* _What you should do_
Scan the entries for the word "opts", and copy every line where it appears.

* _Provided data_
package gen

import (
	"strings"
	"testing"

	"pgregory.net/rapid"
	"qcheck.dev/qcheck/circuit"
)

func count(c *circuit.Circuit, name string) int {
	n := 0
	for _, op := range c.Ops {
		if op.Gate.Name == name {
			n++
		}
	}
	return n
}

func conditioned(c *circuit.Circuit) int {
	n := 0
	for _, op := range c.Ops {
		if op.If != nil {
			n++
		}
	}
	return n
}

func TestProgramDrawsValidPrograms(t *testing.T) {
	g := Program(ProgramOptions{Options: Options{Qubits: 4, MaxOps: 20}, Bits: 3, Measure: 3, Reset: 2, If: 5})
	seen := map[string]int{}
	rapid.Check(t, func(t *rapid.T) {
		c := g.Draw(t, "program")
		if err := c.Validate(); err != nil {
			t.Fatal(err)
		}
		if c.Qubits() != 4 || c.Bits() != 3 {
			t.Fatalf("%d qubits and %d bits, want 4 and 3", c.Qubits(), c.Bits())
		}
		// The last three ops measure qubits 0, 1, 2 into bits 0, 1, 2.
		n := len(c.Ops)
		for q := 0; q < 3; q++ {
			op := c.Ops[n-3+q]
			if op.Gate.Name != "measure" || op.Qubits[0] != q || op.Bits[0] != q || op.If != nil {
				t.Fatalf("op %d is %v, want measure q%d -> c%d", n-3+q, op, q, q)
			}
		}
		seen["measure"] += count(c, "measure") - 3
		seen["reset"] += count(c, "reset")
		seen["if"] += conditioned(c)
	})
	for _, k := range []string{"measure", "reset", "if"} {
		if seen[k] == 0 {
			t.Errorf("no %s in 100 programs", k)
		}
	}
}

func TestProgramWeights(t *testing.T) {
	// A negative weight means never; Unmeasured leaves out the final measurements.
	g := Program(ProgramOptions{Options: Options{Qubits: 2, MaxOps: 10}, Measure: -1, Reset: -1, If: -1, Unmeasured: true})
	rapid.Check(t, func(t *rapid.T) {
		c := g.Draw(t, "program")
		if !c.Unitary() {
			t.Fatalf("a measurement, reset or condition with every weight negative: %v", c.Ops)
		}
	})
}

func TestProgramShrinks(t *testing.T) {
	// A property that fails on any conditioned op shrinks to a program with a single
	// conditioned op on one bit and nothing else but the final measurements.
	g := Program(ProgramOptions{Options: Options{Qubits: 3, MaxOps: 20}, Measure: 2, Reset: 2, If: 2})
	c := shrunk(t, g, func(c *circuit.Circuit) bool { return conditioned(c) > 0 })
	if len(c.Ops) != 4 || conditioned(c) != 1 || len(c.Ops[0].If.Bits) != 1 || c.Ops[0].If.Bits[0] != 0 {
		t.Errorf("shrunk to %v, want one conditioned gate reading c0 and three measurements", c.Ops)
	}
	// One that fails on a reset after a measurement shrinks to just those two.
	c = shrunk(t, g, func(c *circuit.Circuit) bool {
		m := false
		for _, op := range c.Ops {
			m = m || op.Gate.Name == "measure"
			if m && op.Gate.Name == "reset" {
				return true
			}
		}
		return false
	})
	if len(c.Ops) != 5 || c.Ops[0].Gate.Name != "measure" || c.Ops[1].Gate.Name != "reset" {
		t.Errorf("shrunk to %v, want a measurement, a reset and three measurements", c.Ops)
	}
}

func TestProgramOptionErrors(t *testing.T) {
	for _, tc := range []struct {
		opts ProgramOptions
		want string
	}{
		{ProgramOptions{Bits: -1}, "Bits = -1"},
		{ProgramOptions{Options: Options{Qubits: -2}}, "Qubits = -2"},
	} {
		if _, err := tc.opts.resolve(); err == nil || !strings.Contains(err.Error(), tc.want) {
			t.Errorf("%+v: error %v, want one naming %q", tc.opts, err, tc.want)
		}
	}
}
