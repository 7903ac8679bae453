package gen

import (
	"fmt"

	"pgregory.net/rapid"
	"qcheck.dev/qcheck/circuit"
)

// Clifford returns a generator of Clifford circuits on the given number of
// qubits, uniformly distributed over the Clifford group modulo global phase
// (24 elements for one qubit, 11520 for two), written with the gates h, s, cx
// and the Paulis x, y, z.
//
// Algorithm: the pair-by-pair decomposition of Koenig & Smolin, "How to
// efficiently select an arbitrary Clifford group element", J. Math. Phys. 55,
// 122202 (2014). A Clifford is fixed, up to phase, by the Paulis it sends X_k
// and Z_k to. For k = 0, 1, …, the images of X_k and Z_k are drawn uniformly
// among the anticommuting pairs of Paulis on qubits k..n−1 (a nonzero v, then
// a w with ⟨v, w⟩ = 1 in the symplectic form), which makes the symplectic part
// uniform over Sp(2n, F_2); a uniform layer of Paulis then makes the signs
// uniform. Where Koenig & Smolin realize each step with symplectic
// transvections, this code realizes it with a short sweep of h, s and cx that
// carries (v, w) to (X_k, Z_k), applied in reverse.
//
// The randomness is drawn bit by bit through rapid without rapid's lean
// toward small values, so draws inside a property test are exactly uniform;
// a failing case shrinks toward the identity (the empty circuit) through
// Cliffords whose images are close to X_k and Z_k. A draw makes O(n²)
// draws and gates. With qubits < 1 every draw fails the test
// with an error saying so.
func Clifford(qubits int) *rapid.Generator[*circuit.Circuit] {
	if qubits < 1 {
		return failing[*circuit.Circuit](fmt.Errorf("gen.Clifford: qubits = %d, want ≥ 1", qubits))
	}
	return rapid.Custom(func(t *rapid.T) *circuit.Circuit {
		c := circuit.New(qubits)
		for _, op := range drawClifford(t, qubits) {
			c.Append(cliffordGates[op.name], op.qubits...)
		}
		return c
	})
}

// cliffordGates are the gates a drawn Clifford is written with.
var cliffordGates = map[string]circuit.Gate{}

func init() {
	for _, name := range []string{"h", "s", "cx", "x", "y", "z"} {
		g, err := circuit.NewGate(name)
		if err != nil {
			panic("gen: the standard library lacks " + name + ": " + err.Error())
		}
		cliffordGates[name] = g
	}
}
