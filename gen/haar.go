package gen

import (
	"fmt"
	"math"
	"math/cmplx"
	"math/rand/v2"

	"gonum.org/v1/gonum/mat"
	"pgregory.net/rapid"
)

// MaxUnitaryQubits is the widest register Unitary accepts. A 10-qubit draw
// already costs seconds (the QR is cubic in 2^n) and a 12-qubit matrix holds
// 256 MiB.
const MaxUnitaryQubits = 12

// MaxStateQubits is the widest register State accepts (2^24 amplitudes hold
// 256 MiB).
const MaxStateQubits = 24

// Unitary returns a generator of 2^qubits × 2^qubits unitaries distributed by
// Haar measure: the QR factorization of a matrix of independent standard
// complex Gaussian entries, with the phases of R's diagonal moved into Q
// (Mezzadri, "How to generate random matrices from the classical compact
// groups", Notices AMS 54 (2007) 592–604). Without that phase fix the result
// is not Haar.
//
// The Gaussian entries come from a private generator seeded by 64 uniform bits
// drawn through rapid, not from rapid's own floats, which lean toward special
// values; so values drawn in a property test follow Haar measure exactly, and
// a failing case shrinks toward the matrix of seed 0, which is as generic as
// any other.
//
// Row and column indices follow qcheck's convention (qubit 0 is the least
// significant bit of the index). If qubits is outside [0, MaxUnitaryQubits],
// every draw fails the test with an error saying so.
func Unitary(qubits int) *rapid.Generator[*mat.CDense] {
	if err := checkQubits("Unitary", qubits, MaxUnitaryQubits); err != nil {
		return failing[*mat.CDense](err)
	}
	d := 1 << qubits
	return rapid.Custom(func(t *rapid.T) *mat.CDense {
		return haarUnitary(drawSource(t), d)
	})
}

// haarUnitary returns a d×d Haar unitary built from rng's Gaussians.
func haarUnitary(rng *rand.Rand, d int) *mat.CDense {
	a := make([]complex128, d*d)
	for i := range a {
		a[i] = complex(rng.NormFloat64(), rng.NormFloat64())
	}
	q, rdiag := householderQR(a, d)

	// Mezzadri's fix: Q·Λ with Λ = diag(R_kk/|R_kk|) is the Q of the unique
	// factorization whose R has a positive diagonal, and that Q is Haar.
	data := make([]complex128, d*d)
	for j := range d {
		phase := complex(1, 0)
		if r := cmplx.Abs(rdiag[j]); r != 0 {
			phase = rdiag[j] / complex(r, 0)
		}
		col := q[j*d : (j+1)*d]
		for i, e := range col {
			data[i*d+j] = e * phase
		}
	}
	return mat.NewCDense(d, d, data)
}

// State returns a generator of Haar-random pure states of the given number of
// qubits: unit vectors of length 2^qubits, distributed uniformly on the
// complex sphere (a vector of independent standard complex Gaussians divided
// by its norm; Mezzadri 2007, §2). As with Unitary, the Gaussians come from a
// private generator seeded through rapid, so drawn states follow the law
// exactly. Index i holds the amplitude of the basis state whose bit q is
// qubit q. If qubits is outside [0, MaxStateQubits], every draw fails the
// test with an error saying so.
func State(qubits int) *rapid.Generator[[]complex128] {
	if err := checkQubits("State", qubits, MaxStateQubits); err != nil {
		return failing[[]complex128](err)
	}
	d := 1 << qubits
	return rapid.Custom(func(t *rapid.T) []complex128 {
		return haarState(drawSource(t), d)
	})
}

// haarState returns a uniformly distributed unit vector of length d.
func haarState(rng *rand.Rand, d int) []complex128 {
	psi := make([]complex128, d)
	for {
		var norm2 float64
		for i := range psi {
			re, im := rng.NormFloat64(), rng.NormFloat64()
			psi[i] = complex(re, im)
			norm2 += re*re + im*im
		}
		if norm2 == 0 {
			continue // probability zero; draw again rather than divide by 0
		}
		s := complex(1/math.Sqrt(norm2), 0)
		for i := range psi {
			psi[i] *= s
		}
		return psi
	}
}

// checkQubits returns an error naming the generator when qubits is out of
// [0, max].
func checkQubits(name string, qubits, max int) error {
	if qubits < 0 || qubits > max {
		return fmt.Errorf("gen.%s: qubits = %d, want 0 ≤ qubits ≤ %d", name, qubits, max)
	}
	return nil
}
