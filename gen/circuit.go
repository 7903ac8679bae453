package gen

import (
	"pgregory.net/rapid"
	"qcheck.dev/qcheck/circuit"
)

// Circuit returns a generator of random circuits configured by opts (see
// Options; the zero value is useful). Gates, operands and angles are drawn
// so that a failing circuit shrinks toward fewer ops, lower qubit indices,
// gates listed earlier in the set and special angles (Angle): ops are
// removed one at a time or cut from the end, a motif collapses to a single
// op, and each choice moves toward its first option.
//
// Every drawn circuit passes Validate. If opts are impossible (an unknown
// gate name, a gate wider than the register, MinOps > MaxOps, all weights
// zero), every draw fails the test with an error naming the field at fault.
func Circuit(opts Options) *rapid.Generator[*circuit.Circuit] {
	p, err := opts.resolve()
	if err != nil {
		return failing[*circuit.Circuit](err)
	}
	return rapid.Custom(p.draw)
}

// draw draws one circuit: a sequence of chunks, each a single op or a motif,
// each its own rapid group so that the shrinker can delete it whole.
func (p *plan) draw(t *rapid.T) *circuit.Circuit {
	b := &building{plan: p, c: circuit.New(p.qubits)}
	b.c.Ops = make([]circuit.Op, 0, p.maxOps)
	chunk := rapid.Custom(func(t *rapid.T) bool { return b.chunk(t) })
	for len(b.c.Ops) < p.maxOps && chunk.Draw(t, "chunk") {
	}
	return b.c
}

// building is the state of one draw.
type building struct {
	*plan
	c *circuit.Circuit
}

// Kinds of chunk, in shrinking order.
const (
	chunkOp       = iota // one op
	chunkSameRun         // ops confined to the qubits of the first
	chunkInverse         // an op, up to two ops elsewhere, the op's inverse
	chunkCommute         // diagonal gates, which all commute
	chunkRepeat          // a block of ops written two or three times
)

// chunk draws whether to go on and, if so, the next chunk. The stop marker
// comes first so that deleting a chunk's group deletes its marker too, and a
// marker shrunk to 0 cuts the circuit there. Stopping with probability
// 1/(remaining+1) spreads lengths evenly over [MinOps, MaxOps].
func (b *building) chunk(t *rapid.T) bool {
	n := len(b.c.Ops)
	stop := drawBelow(t, b.maxOps-n+1) == 0
	if stop && n >= b.minOps {
		return false
	}
	switch drawWeighted(t, b.chunkWeights) {
	case chunkOp:
		b.add(b.op(t, b.anyGate(t), nil))
	case chunkSameRun:
		b.sameRun(t)
	case chunkInverse:
		b.inversePair(t)
	case chunkCommute:
		b.commutingRun(t)
	case chunkRepeat:
		b.repeated(t)
	}
	return true
}

// add appends ops while the circuit has room.
func (b *building) add(ops ...circuit.Op) {
	for _, op := range ops {
		if len(b.c.Ops) == b.maxOps {
			return
		}
		b.c.Ops = append(b.c.Ops, op)
	}
}

// anyGate draws a gate index by weight.
func (b *building) anyGate(t *rapid.T) int {
	return drawWeighted(t, b.weights)
}

// op draws the operands and angles of gate i. With on == nil the operands are
// any distinct qubits; otherwise they are distinct qubits taken from on,
// which must hold at least the gate's arity.
func (b *building) op(t *rapid.T, i int, on []int) circuit.Op {
	ch := &b.choices[i]
	g := ch.gate
	if ch.params > 0 {
		g.Params = make([]float64, ch.params)
		for k := range g.Params {
			g.Params[k] = drawAngle(t)
		}
	}
	return circuit.Op{Gate: g, Qubits: drawDistinct(t, ch.qubits, on, b.qubits)}
}

// drawDistinct draws k distinct qubits, from pool if it is not nil and from
// 0..width−1 otherwise. Each is drawn among those not yet taken, in
// increasing order, so that every choice shrinks toward the lowest free one.
func drawDistinct(t *rapid.T, k int, pool []int, width int) []int {
	out := make([]int, 0, k)
	n := width
	if pool != nil {
		n = len(pool)
	}
	for range k {
		r := drawBelow(t, n-len(out))
		// the r-th index not yet taken
		idx := 0
		for ; ; idx++ {
			taken := false
			for _, o := range out {
				if pick(pool, idx) == o {
					taken = true
					break
				}
			}
			if !taken {
				if r == 0 {
					break
				}
				r--
			}
		}
		out = append(out, pick(pool, idx))
	}
	return out
}

// pick returns pool[i], or i when pool is nil.
func pick(pool []int, i int) int {
	if pool == nil {
		return i
	}
	return pool[i]
}
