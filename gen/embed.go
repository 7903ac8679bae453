package gen

import (
	"fmt"

	"pgregory.net/rapid"
	"qcheck.dev/qcheck/circuit"
)

// Embedding is a circuit placed on some of the qubits of a wider register.
type Embedding struct {
	// Circuit is the wide circuit: the small circuit's ops on their new
	// qubits, in the same order.
	Circuit *circuit.Circuit
	// Qubits[i] is the qubit of the wide register that carries qubit i of the
	// small circuit; the wide qubits not listed are idle.
	Qubits []int
}

// Embed returns a generator that places the circuit c on width qubits,
// choosing which wide qubit carries each of c's qubits uniformly among all
// one-to-one placements. A pass that must leave idle qubits alone, or must
// not care where a circuit sits, is tested on the embedding; a failure
// shrinks toward the placement of qubit i on qubit i. c is not modified. If
// c is nil or ill formed, or wider than width, every draw fails the test
// with an error saying so.
func Embed(c *circuit.Circuit, width int) *rapid.Generator[Embedding] {
	switch {
	case c == nil:
		return failing[Embedding](fmt.Errorf("gen.Embed: the circuit is nil"))
	case c.Qubits() > width:
		return failing[Embedding](fmt.Errorf("gen.Embed: a %d-qubit circuit does not fit in width %d", c.Qubits(), width))
	}
	if err := c.Validate(); err != nil {
		return failing[Embedding](fmt.Errorf("gen.Embed: %w", err))
	}
	small := c.Clone()
	return rapid.Map(Layout(width), func(layout []int) Embedding {
		e := Embedding{Circuit: circuit.New(width), Qubits: layout[:small.Qubits()]}
		e.Circuit.SetBits(small.Bits())
		for _, op := range small.Ops {
			op = op.Clone()
			for k, q := range op.Qubits {
				op.Qubits[k] = e.Qubits[q]
			}
			e.Circuit.AppendOp(op)
		}
		return e
	})
}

* _Solution to the exercise_
		opts ProgramOptions
		if _, err := tc.opts.resolve(); err == nil || !strings.Contains(err.Error(), tc.want) {
			t.Errorf("%+v: error %v, want one naming %q", tc.opts, err, tc.want)
// Circuit returns a generator of random circuits configured by opts (see
// Every drawn circuit passes Validate. If opts are impossible (an unknown
func Circuit(opts Options) *rapid.Generator[*circuit.Circuit] {
	p, err := opts.resolve()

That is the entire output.